Florence Boulevard
- Location: Omaha
- South end: North 19th and Chicago Streets 41°15′45.82″N 95°56′27.87″W﻿ / ﻿41.2627278°N 95.9410750°W
- North end: J.J. Pershing Drive 41°19′37.79″N 95°56′58.38″W﻿ / ﻿41.3271639°N 95.9495500°W

Construction
- Inauguration: 1892

= Florence Boulevard =

Street in Omaha, Nebraska, US

Florence Boulevard, originally known as the Prettiest Mile in Omaha Boulevard, is a boulevard-type north-south street in the northern part of Omaha, Nebraska. With the start of construction in 1892, Florence Boulevard was the first roadway in Omaha's boulevard system designed by Horace Cleveland. It was also the first in Omaha to be fully lit with electric lamps.

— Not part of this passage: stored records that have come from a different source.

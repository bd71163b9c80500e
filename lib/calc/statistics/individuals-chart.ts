import { meanOf } from '../shared/moments'
import { takeNumbers } from '../validate/numbers'
import { finiteResult } from '../validate/result'
import { takeList } from '../validate/shape'

export interface IndividualsChart {
  readonly mean: number
  readonly meanMovingRange: number
  readonly lower: number
  readonly upper: number
  readonly movingRangeUpper: number
  /** Places of the values beyond a limit, counted from 0. */
  readonly outside: number[]
  /** Places of the values whose step from the one before is beyond its limit, counted from 0. */
  readonly movingRangeOutside: number[]
}

/** Mean range of two normal values over their standard deviation, and the upper limit of such a range over its mean, as the tables print them. */
const d2 = 1.128
const d4 = 3.267

/**
 * Control chart of single values in the order they were taken: `{ mean, meanMovingRange, lower, upper, movingRangeUpper, outside, movingRangeOutside }`;
 * limits in the unit of the values, the last two lists of places counted from 0.
 *
 * MR = mean of |value − the one before|; lower, upper = mean ∓ 3·MR/1.128; movingRangeUpper = 3.267·MR; outside: beyond lower or upper;
 * movingRangeOutside: |value − the one before| beyond movingRangeUpper
 *
 * Validity: values of one process, in order, about normally spread; the limits of fewer than about 20 values are rough.
 * Source: chart-constants, d2 and D4 for two values (read)
 *
 * @param values two at least, in the order they were taken, in any one unit, any finite numbers
 * @throws CalcError on `values` or `values.i`
 * @example
 * individualsChart([5, 7, 6, 8, 4]) // → { mean: 6, meanMovingRange: 2.25, lower: 0.015957, upper: 11.984043, movingRangeUpper: 7.35075, outside: [], movingRangeOutside: [] }
 */
export const individualsChart = (values: readonly number[]): IndividualsChart => {
  const taken = takeNumbers(takeList(values, 'values', 'The list of values', 2), 'values', { unit: '' }, (i) => `Value ${i + 1}`)
  const of = (result: number): number => finiteResult(result, 'values', values)
  const mean = of(meanOf(taken))
  const ranges = taken.slice(1).map((value, i) => of(Math.abs(value - (taken[i] ?? 0))))
  const meanMovingRange = of(meanOf(ranges))
  const reach = of((3 * meanMovingRange) / d2)
  const lower = of(mean - reach)
  const upper = of(mean + reach)
  const movingRangeUpper = of(d4 * meanMovingRange)
  const placesWhere = (isOut: (i: number) => boolean): number[] => [...taken.keys()].filter(isOut)
  return {
    mean, meanMovingRange, lower, upper, movingRangeUpper,
    outside: placesWhere((i) => (taken[i] ?? 0) < lower || (taken[i] ?? 0) > upper),
    movingRangeOutside: placesWhere((i) => i > 0 && (ranges[i - 1] ?? 0) > movingRangeUpper),
  }
}
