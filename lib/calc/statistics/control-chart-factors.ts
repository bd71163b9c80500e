import { takeNumber } from '../validate/number'
import { logHalfStepOfGamma } from './incomplete-beta'
import { normalRange } from './normal-range'

export interface ControlChartFactors {
  readonly d2: number
  readonly d3: number
  readonly c4: number
  /** Limits of a mean: ∓ this many mean ranges (A2), or mean standard deviations (A3). */
  readonly meanByRange: number
  readonly meanBySd: number
  /** Limits of a standard deviation over its mean (B3, B4). */
  readonly sdLower: number
  readonly sdUpper: number
  /** Limits of a range over its mean (D3, D4). */
  readonly rangeLower: number
  readonly rangeUpper: number
}

/**
 * Factors of a control chart of groups of normal values: `{ d2, d3, c4, meanByRange, meanBySd, sdLower, sdUpper, rangeLower, rangeUpper }`, without unit.
 *
 * d2, d3: mean and standard deviation of the range over the standard deviation; c4 = √(2/(n − 1))·Γ(n/2)/Γ((n − 1)/2), the same of the sample standard deviation's mean;
 * meanByRange = 3/(d2·√n) (A2); meanBySd = 3/(c4·√n) (A3); sdLower, sdUpper = 1 ∓ 3·√(1 − c4²)/c4 (B3, B4); rangeLower, rangeUpper = 1 ∓ 3·d3/d2 (D3, D4); lower ones not below 0.
 *
 * Validity: independent, normally spread values; to about 1e-7.
 * Source: chart-constants, definitions of the factors (read)
 *
 * @param count number of values in a group n, a whole number, 2 … 100
 * @throws CalcError on `count`
 * @example
 * controlChartFactors(5).d2 // → 2.325929
 * controlChartFactors(5).sdUpper // → 2.088998
 */
export const controlChartFactors = (count: number): ControlChartFactors => {
  const n = takeNumber(count, 'count', { name: 'The number of values in a group', unit: '', min: 2, max: 100, integer: true })
  const { mean: d2, sd: d3 } = normalRange(n)
  const c4 = Math.sqrt(2 / (n - 1)) * Math.exp(logHalfStepOfGamma((n - 1) / 2))
  const sdReach = (3 * Math.sqrt(1 - c4 * c4)) / c4
  const rangeReach = (3 * d3) / d2
  return {
    d2, d3, c4,
    meanByRange: 3 / (d2 * Math.sqrt(n)), meanBySd: 3 / (c4 * Math.sqrt(n)),
    sdLower: Math.max(0, 1 - sdReach), sdUpper: 1 + sdReach,
    rangeLower: Math.max(0, 1 - rangeReach), rangeUpper: 1 + rangeReach,
  }
}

Today the boulevard navigates the neighborhoods of the Near North Side, including Conestoga Place, and goes north through Kountze Place, Miller Park, and the southern end of Florence, where it merges with J.J. Pershing Drive.

==About==
Originally called "The Prettiest Mile in Omaha Boulevard", it was renamed after the construction of other boulevards throughout the city. Sharing its name with the town of Florence located north of Omaha, both were named after Florence Kilbourn, a niece of a settler who helped organize the Florence Land Company in 1854.

Florence Boulevard was originally designed to connect the city's new Miller Park with the rest of Omaha, and was designed to capture the best views of the Missouri River valley. Florence Boulevard was popular for recreational drives, first by carriage and bicycle and later by car. Tall sycamores, attractive homes and elaborately flowered medians lined the length nearest to Miller Park, and the boulevard became known as "The Prettiest Mile". Because of its level construction and absence of street car rail tracks intersecting it, Florence Boulevard was also called "the only suitable driveway in Omaha".

==History==
On October 10, 1892, the City of Omaha started building Florence Boulevard. The initial stretch of the Boulevard was constructed north from Ames Avenue to just north of Kansas Street, near the future location of Miller Park. In 1897 an existing linear road configuration along 19th and 20th Streets between Chicago and Ames was improved with landscaping and the addition of land. The Omaha Park Commission took authority of the boulevard in 1897, and the strip became the south part of Florence Boulevard.

In 1912 the city spent almost $6,000 on expenses related to the maintenance of Florence Boulevard, which then commenced at North 19th and Chicago Streets, went west to 20th Street, north to Ames Avenue, and north to Miller Park. It was reported that year that Florence Boulevard was the first roadway in Omaha to be fully lit with electric lamps.

==Present==
The boulevard remains today, although minus the park-like setting for the majority of its length. The last remainder of the landscaping remains from Fort Street north to Read Street. The City of Omaha has recently been the target of criticism over a poorly redesigned intersection along the northern section of Florence Boulevard. Notable sites along Florence Boulevard include King Science and Technology Magnet Center and Morrison Stadium.